TASK MATERIAL Block Start

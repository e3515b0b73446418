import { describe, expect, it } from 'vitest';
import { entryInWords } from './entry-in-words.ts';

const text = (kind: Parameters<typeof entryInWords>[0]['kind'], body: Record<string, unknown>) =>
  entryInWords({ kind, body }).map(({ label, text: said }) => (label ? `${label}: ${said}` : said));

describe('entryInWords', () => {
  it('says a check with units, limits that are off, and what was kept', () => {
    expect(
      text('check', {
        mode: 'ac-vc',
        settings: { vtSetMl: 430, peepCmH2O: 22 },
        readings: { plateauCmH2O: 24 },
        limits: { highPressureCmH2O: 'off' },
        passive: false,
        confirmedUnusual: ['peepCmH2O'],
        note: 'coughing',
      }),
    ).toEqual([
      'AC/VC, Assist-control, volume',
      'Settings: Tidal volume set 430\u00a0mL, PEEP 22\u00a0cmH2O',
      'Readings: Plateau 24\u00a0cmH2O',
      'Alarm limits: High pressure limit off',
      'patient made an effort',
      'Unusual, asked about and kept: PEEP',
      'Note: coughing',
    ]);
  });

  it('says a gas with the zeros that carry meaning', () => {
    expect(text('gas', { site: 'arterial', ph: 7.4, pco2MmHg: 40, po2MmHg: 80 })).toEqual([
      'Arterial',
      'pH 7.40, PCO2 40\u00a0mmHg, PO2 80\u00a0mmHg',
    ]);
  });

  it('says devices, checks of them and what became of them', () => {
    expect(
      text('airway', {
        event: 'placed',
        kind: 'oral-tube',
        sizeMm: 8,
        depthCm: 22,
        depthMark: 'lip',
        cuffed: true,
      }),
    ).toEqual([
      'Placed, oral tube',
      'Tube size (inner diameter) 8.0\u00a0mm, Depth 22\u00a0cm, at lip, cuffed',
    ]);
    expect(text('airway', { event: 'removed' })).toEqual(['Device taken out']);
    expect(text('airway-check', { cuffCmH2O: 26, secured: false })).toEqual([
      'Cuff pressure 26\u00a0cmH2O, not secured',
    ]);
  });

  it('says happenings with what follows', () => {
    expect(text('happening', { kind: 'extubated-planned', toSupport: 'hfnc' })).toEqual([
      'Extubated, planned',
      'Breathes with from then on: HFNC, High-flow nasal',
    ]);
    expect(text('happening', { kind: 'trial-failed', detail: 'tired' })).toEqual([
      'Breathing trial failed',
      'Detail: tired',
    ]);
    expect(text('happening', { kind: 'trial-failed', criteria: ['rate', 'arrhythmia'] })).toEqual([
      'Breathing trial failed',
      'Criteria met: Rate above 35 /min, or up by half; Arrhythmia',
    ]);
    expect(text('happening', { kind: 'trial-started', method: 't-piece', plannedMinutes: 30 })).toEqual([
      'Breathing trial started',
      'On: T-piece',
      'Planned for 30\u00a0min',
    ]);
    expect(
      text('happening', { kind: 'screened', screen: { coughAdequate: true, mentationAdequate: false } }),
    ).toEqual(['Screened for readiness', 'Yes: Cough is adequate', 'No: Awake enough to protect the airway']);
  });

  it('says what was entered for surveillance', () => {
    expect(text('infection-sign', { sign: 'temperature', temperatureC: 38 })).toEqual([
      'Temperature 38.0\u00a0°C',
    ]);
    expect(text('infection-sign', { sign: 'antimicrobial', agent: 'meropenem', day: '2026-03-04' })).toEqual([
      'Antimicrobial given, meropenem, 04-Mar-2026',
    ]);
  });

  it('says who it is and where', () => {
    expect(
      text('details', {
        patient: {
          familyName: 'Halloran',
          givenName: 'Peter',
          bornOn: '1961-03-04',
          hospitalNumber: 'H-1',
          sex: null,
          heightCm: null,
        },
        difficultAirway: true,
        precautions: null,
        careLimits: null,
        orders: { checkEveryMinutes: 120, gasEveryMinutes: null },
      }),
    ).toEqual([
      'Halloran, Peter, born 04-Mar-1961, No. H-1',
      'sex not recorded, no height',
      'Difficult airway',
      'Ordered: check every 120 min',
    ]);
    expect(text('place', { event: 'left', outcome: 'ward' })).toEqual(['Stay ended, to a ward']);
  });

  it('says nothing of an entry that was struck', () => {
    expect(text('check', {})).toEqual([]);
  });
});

TASK MATERIAL Block End

All of the entries should be transcribed exactly as they appear.

RESPONSE TO THIS EXERCISE:
repository e3515b0b73446418
import { describe, expect, it } from 'vitest';
import { entryInWords } from './entry-in-words.ts';

const text = (kind: Parameters<typeof entryInWords>[0]['kind'], body: Record<string, unknown>) =>
  entryInWords({ kind, body }).map(({ label, text: said }) => (label ? `${label}: ${said}` : said));

describe('entryInWords', () => {
  it('says a check with units, limits that are off, and what was kept', () => {
    expect(
      text('check', {
        mode: 'ac-vc',
        settings: { vtSetMl: 430, peepCmH2O: 22 },
        readings: { plateauCmH2O: 24 },
        limits: { highPressureCmH2O: 'off' },
        passive: false,
        confirmedUnusual: ['peepCmH2O'],
        note: 'coughing',
      }),
    ).toEqual([
      'AC/VC, Assist-control, volume',
      'Settings: Tidal volume set 430\u00a0mL, PEEP 22\u00a0cmH2O',
      'Readings: Plateau 24\u00a0cmH2O',
      'Alarm limits: High pressure limit off',
      'patient made an effort',
      'Unusual, asked about and kept: PEEP',
      'Note: coughing',
    ]);
  });

  it('says a gas with the zeros that carry meaning', () => {
    expect(text('gas', { site: 'arterial', ph: 7.4, pco2MmHg: 40, po2MmHg: 80 })).toEqual([
      'Arterial',
      'pH 7.40, PCO2 40\u00a0mmHg, PO2 80\u00a0mmHg',
    ]);
  });

  it('says devices, checks of them and what became of them', () => {
    expect(
      text('airway', {
        event: 'placed',
        kind: 'oral-tube',
        sizeMm: 8,
        depthCm: 22,
        depthMark: 'lip',
        cuffed: true,
      }),
    ).toEqual([
      'Placed, oral tube',
      'Tube size (inner diameter) 8.0\u00a0mm, Depth 22\u00a0cm, at lip, cuffed',
    ]);
    expect(text('airway', { event: 'removed' })).toEqual(['Device taken out']);
    expect(text('airway-check', { cuffCmH2O: 26, secured: false })).toEqual([
      'Cuff pressure 26\u00a0cmH2O, not secured',
    ]);
  });

  it('says happenings with what follows', () => {
    expect(text('happening', { kind: 'extubated-planned', toSupport: 'hfnc' })).toEqual([
      'Extubated, planned',
      'Breathes with from then on: HFNC, High-flow nasal',
    ]);
    expect(text('happening', { kind: 'trial-failed', detail: 'tired' })).toEqual([
      'Breathing trial failed',
      'Detail: tired',
    ]);
    expect(text('happening', { kind: 'trial-failed', criteria: ['rate', 'arrhythmia'] })).toEqual([
      'Breathing trial failed',
      'Criteria met: Rate above 35 /min, or up by half; Arrhythmia',
    ]);
    expect(text('happening', { kind: 'trial-started', method: 't-piece', plannedMinutes: 30 })).toEqual([
      'Breathing trial started',
      'On: T-piece',
      'Planned for 30\u00a0min',
    ]);
    expect(
      text('happening', { kind: 'screened', screen: { coughAdequate: true, mentationAdequate: false } }),
    ).toEqual(['Screened for readiness', 'Yes: Cough is adequate', 'No: Awake enough to protect the airway']);
  });

  it('says what was entered for surveillance', () => {
    expect(text('infection-sign', { sign: 'temperature', temperatureC: 38 })).toEqual([
      'Temperature 38.0\u00a0°C',
    ]);
    expect(text('infection-sign', { sign: 'antimicrobial', agent: 'meropenem', day: '2026-03-04' })).toEqual([
      'Antimicrobial given, meropenem, 04-Mar-2026',
    ]);
  });

  it('says who it is and where', () => {
    expect(
      text('details', {
        patient: {
          familyName: 'Halloran',
          givenName: 'Peter',
          bornOn: '1961-03-04',
          hospitalNumber: 'H-1',
          sex: null,
          heightCm: null,
        },
        difficultAirway: true,
        precautions: null,
        careLimits: null,
        orders: { checkEveryMinutes: 120, gasEveryMinutes: null },
      }),
    ).toEqual([
      'Halloran, Peter, born 04-Mar-1961, No. H-1',
      'sex not recorded, no height',
      'Difficult airway',
      'Ordered: check every 120 min',
    ]);
    expect(text('place', { event: 'left', outcome: 'ward' })).toEqual(['Stay ended, to a ward']);
  });

  it('says nothing of an entry that was struck', () => {
    expect(text('check', {})).toEqual([]);
  });
});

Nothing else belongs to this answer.